WHAT IS EXPECTED
Output every entry exactly as it appears.

** Opening EXCERPTED RECORDS block **

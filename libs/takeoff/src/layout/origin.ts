/**
 * Choosing where the grid starts.
 *
 * 'centre' does what installers do with a tape: find the centre lines of the room (of the
 * tiled region's bounding box) and put either a tile edge or a tile middle on each, whichever
 * leaves the wider cut at the two walls; opposite walls then get equal cuts.
 *
 * 'auto' searches offsets for the best layout: the largest smallest cut, then the fewest
 * cut tiles, then the fewest tiles out of boxes. Candidates per axis are the middles (and
 * their opposites) of the gaps between the walls' positions modulo the pitch — a grid line
 * there is as far as it can be from every wall — plus even samples; each is scored exactly
 * with the scanline tiler, by coordinate ascent starting from the centred origin, so the
 * result is never worse than 'centre'. Rotating the grid by 90° is not searched: a square
 * grid turned 90° about its origin is the same grid, so it cannot change any count.
 */
import type { EdgeSet } from '../geometry/sweep';
import type { Point } from '../types';
import { pairOffcuts } from './offcuts';
import { rasterize } from './raster';

export interface GridScore {
  smallest: number;
  cut: number;
  tiles: number;
  full: number;
}

/** Centred origin for the region (grid frame). */
export function centreOrigin(rings: Point[][], p: number): { x: number; y: number } {
  let minX = Infinity;
  let minY = Infinity;
  let maxX = -Infinity;
  let maxY = -Infinity;
  for (const pt of rings[0] ?? []) {
    minX = Math.min(minX, pt[0]);
    maxX = Math.max(maxX, pt[0]);
    minY = Math.min(minY, pt[1]);
    maxY = Math.max(maxY, pt[1]);
  }
  return { x: centreAxis(minX, maxX, p), y: centreAxis(minY, maxY, p) };
}

function centreAxis(lo: number, hi: number, p: number): number {
  const c = (lo + hi) / 2;
  const cutAt = (o: number) => {
    const l = mod(o - lo, p);
    const r = mod(hi - o, p);
    return Math.min(l < 1e-9 ? p : l, r < 1e-9 ? p : r);
  };
  const edge = c;
  const middle = c - p / 2;
  return cutAt(middle) > cutAt(edge) + 1e-9 ? middle : edge;
}

export function mod(a: number, p: number): number {
  const r = a % p;
  return r < 0 ? r + p : r;
}

/** Exact score of a grid origin (no geometry kept). */
export function scoreOrigin(es: EdgeSet, ox: number, oy: number, p: number): GridScore {
  const r = rasterize(es, { ox, oy, pitch: p, geometry: false });
  const saved = pairOffcuts(
    r.cutCells.map((c) => ({ i: c.i, j: c.j, kind: c.kind, keptMm: c.keptMm, colour: 0 })),
    p,
  ).length;
  return { smallest: r.smallest, cut: r.cut, full: r.full, tiles: r.full + r.cut - saved };
}

/** Whether score a is better than b (larger smallest cut, then fewer cuts, then fewer tiles). */
export function better(a: GridScore, b: GridScore): boolean {
  const tol = 1e-6;
  if (a.smallest > b.smallest + tol) return true;
  if (a.smallest < b.smallest - tol) return false;
  if (a.cut !== b.cut) return a.cut < b.cut;
  return a.tiles < b.tiles;
}

/** Candidate offsets (in [0, p)) for one axis, best-first by distance from wall positions. */
function axisCandidates(coords: number[], p: number, keep: number): number[] {
  const res = [...new Set(coords.map((c) => Math.round(mod(c, p) * 1e4) / 1e4))].sort((a, b) => a - b);
  const cand: number[] = [];
  for (let k = 0; k < res.length; k++) {
    const a = res[k];
    const b = k + 1 < res.length ? res[k + 1] : res[0] + p;
    const mid = (a + b) / 2;
    cand.push(mod(mid, p), mod(mid + p / 2, p));
  }
  for (let s = 0; s < 8; s++) cand.push((s * p) / 8);
  // Rank by the distance from the grid line to the nearest wall position (circular).
  const dist = (o: number) => {
    let d = p;
    for (const r of res) {
      const x = Math.abs(o - r);
      d = Math.min(d, x, p - x);
    }
    return d;
  };
  const uniq = [...new Set(cand.map((c) => Math.round(c * 1e4) / 1e4))];
  uniq.sort((a, b) => dist(b) - dist(a));
  return uniq.slice(0, keep);
}

export interface AutoResult {
  x: number;
  y: number;
  score: GridScore;
  evaluated: number;
}

/** Searches grid offsets, starting from (and never worse than) `start`. */
export function autoOrigin(
  es: EdgeSet,
  rings: Point[][],
  p: number,
  start: { x: number; y: number },
  perAxis = 10,
): AutoResult {
  const xs: number[] = [];
  const ys: number[] = [];
  for (const ring of rings) {
    for (const pt of ring) {
      xs.push(pt[0]);
      ys.push(pt[1]);
    }
  }
  const cx = axisCandidates(xs, p, perAxis);
  const cy = axisCandidates(ys, p, perAxis);
  let bx = start.x;
  let by = start.y;
  let best = scoreOrigin(es, bx, by, p);
  let evaluated = 1;
  const tried = new Set<string>([`${mod(bx, p).toFixed(4)},${mod(by, p).toFixed(4)}`]);
  for (let round = 0; round < 2; round++) {
    let improved = false;
    for (const axis of [0, 1] as const) {
      for (const c of axis === 0 ? cx : cy) {
        const x = axis === 0 ? c : bx;
        const y = axis === 1 ? c : by;
        const key = `${mod(x, p).toFixed(4)},${mod(y, p).toFixed(4)}`;
        if (tried.has(key)) continue;
        tried.add(key);
        const s = scoreOrigin(es, x, y, p);
        evaluated++;
        if (better(s, best)) {
          best = s;
          bx = x;
          by = y;
          improved = true;
        }
      }
    }
    if (!improved) break;
  }
  return { x: bx, y: by, score: best, evaluated };
}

** Closing EXCERPTED RECORDS block **

ANSWER TO THE EXERCISE
filename libs/takeoff/src/layout/origin.ts
/**
 * Choosing where the grid starts.
 *
 * 'centre' does what installers do with a tape: find the centre lines of the room (of the
 * tiled region's bounding box) and put either a tile edge or a tile middle on each, whichever
 * leaves the wider cut at the two walls; opposite walls then get equal cuts.
 *
 * 'auto' searches offsets for the best layout: the largest smallest cut, then the fewest
 * cut tiles, then the fewest tiles out of boxes. Candidates per axis are the middles (and
 * their opposites) of the gaps between the walls' positions modulo the pitch — a grid line
 * there is as far as it can be from every wall — plus even samples; each is scored exactly
 * with the scanline tiler, by coordinate ascent starting from the centred origin, so the
 * result is never worse than 'centre'. Rotating the grid by 90° is not searched: a square
 * grid turned 90° about its origin is the same grid, so it cannot change any count.
 */
import type { EdgeSet } from '../geometry/sweep';
import type { Point } from '../types';
import { pairOffcuts } from './offcuts';
import { rasterize } from './raster';

export interface GridScore {
  smallest: number;
  cut: number;
  tiles: number;
  full: number;
}

/** Centred origin for the region (grid frame). */
export function centreOrigin(rings: Point[][], p: number): { x: number; y: number } {
  let minX = Infinity;
  let minY = Infinity;
  let maxX = -Infinity;
  let maxY = -Infinity;
  for (const pt of rings[0] ?? []) {
    minX = Math.min(minX, pt[0]);
    maxX = Math.max(maxX, pt[0]);
    minY = Math.min(minY, pt[1]);
    maxY = Math.max(maxY, pt[1]);
  }
  return { x: centreAxis(minX, maxX, p), y: centreAxis(minY, maxY, p) };
}

function centreAxis(lo: number, hi: number, p: number): number {
  const c = (lo + hi) / 2;
  const cutAt = (o: number) => {
    const l = mod(o - lo, p);
    const r = mod(hi - o, p);
    return Math.min(l < 1e-9 ? p : l, r < 1e-9 ? p : r);
  };
  const edge = c;
  const middle = c - p / 2;
  return cutAt(middle) > cutAt(edge) + 1e-9 ? middle : edge;
}

export function mod(a: number, p: number): number {
  const r = a % p;
  return r < 0 ? r + p : r;
}

/** Exact score of a grid origin (no geometry kept). */
export function scoreOrigin(es: EdgeSet, ox: number, oy: number, p: number): GridScore {
  const r = rasterize(es, { ox, oy, pitch: p, geometry: false });
  const saved = pairOffcuts(
    r.cutCells.map((c) => ({ i: c.i, j: c.j, kind: c.kind, keptMm: c.keptMm, colour: 0 })),
    p,
  ).length;
  return { smallest: r.smallest, cut: r.cut, full: r.full, tiles: r.full + r.cut - saved };
}

/** Whether score a is better than b (larger smallest cut, then fewer cuts, then fewer tiles). */
export function better(a: GridScore, b: GridScore): boolean {
  const tol = 1e-6;
  if (a.smallest > b.smallest + tol) return true;
  if (a.smallest < b.smallest - tol) return false;
  if (a.cut !== b.cut) return a.cut < b.cut;
  return a.tiles < b.tiles;
}

/** Candidate offsets (in [0, p)) for one axis, best-first by distance from wall positions. */
function axisCandidates(coords: number[], p: number, keep: number): number[] {
  const res = [...new Set(coords.map((c) => Math.round(mod(c, p) * 1e4) / 1e4))].sort((a, b) => a - b);
  const cand: number[] = [];
  for (let k = 0; k < res.length; k++) {
    const a = res[k];
    const b = k + 1 < res.length ? res[k + 1] : res[0] + p;
    const mid = (a + b) / 2;
    cand.push(mod(mid, p), mod(mid + p / 2, p));
  }
  for (let s = 0; s < 8; s++) cand.push((s * p) / 8);
  // Rank by the distance from the grid line to the nearest wall position (circular).
  const dist = (o: number) => {
    let d = p;
    for (const r of res) {
      const x = Math.abs(o - r);
      d = Math.min(d, x, p - x);
    }
    return d;
  };
  const uniq = [...new Set(cand.map((c) => Math.round(c * 1e4) / 1e4))];
  uniq.sort((a, b) => dist(b) - dist(a));
  return uniq.slice(0, keep);
}

export interface AutoResult {
  x: number;
  y: number;
  score: GridScore;
  evaluated: number;
}

/** Searches grid offsets, starting from (and never worse than) `start`. */
export function autoOrigin(
  es: EdgeSet,
  rings: Point[][],
  p: number,
  start: { x: number; y: number },
  perAxis = 10,
): AutoResult {
  const xs: number[] = [];
  const ys: number[] = [];
  for (const ring of rings) {
    for (const pt of ring) {
      xs.push(pt[0]);
      ys.push(pt[1]);
    }
  }
  const cx = axisCandidates(xs, p, perAxis);
  const cy = axisCandidates(ys, p, perAxis);
  let bx = start.x;
  let by = start.y;
  let best = scoreOrigin(es, bx, by, p);
  let evaluated = 1;
  const tried = new Set<string>([`${mod(bx, p).toFixed(4)},${mod(by, p).toFixed(4)}`]);
  for (let round = 0; round < 2; round++) {
    let improved = false;
    for (const axis of [0, 1] as const) {
      for (const c of axis === 0 ? cx : cy) {
        const x = axis === 0 ? c : bx;
        const y = axis === 1 ? c : by;
        const key = `${mod(x, p).toFixed(4)},${mod(y, p).toFixed(4)}`;
        if (tried.has(key)) continue;
        tried.add(key);
        const s = scoreOrigin(es, x, y, p);
        evaluated++;
        if (better(s, best)) {
          best = s;
          bx = x;
          by = y;
          improved = true;
        }
      }
    }
    if (!improved) break;
  }
  return { x: bx, y: by, score: best, evaluated };
}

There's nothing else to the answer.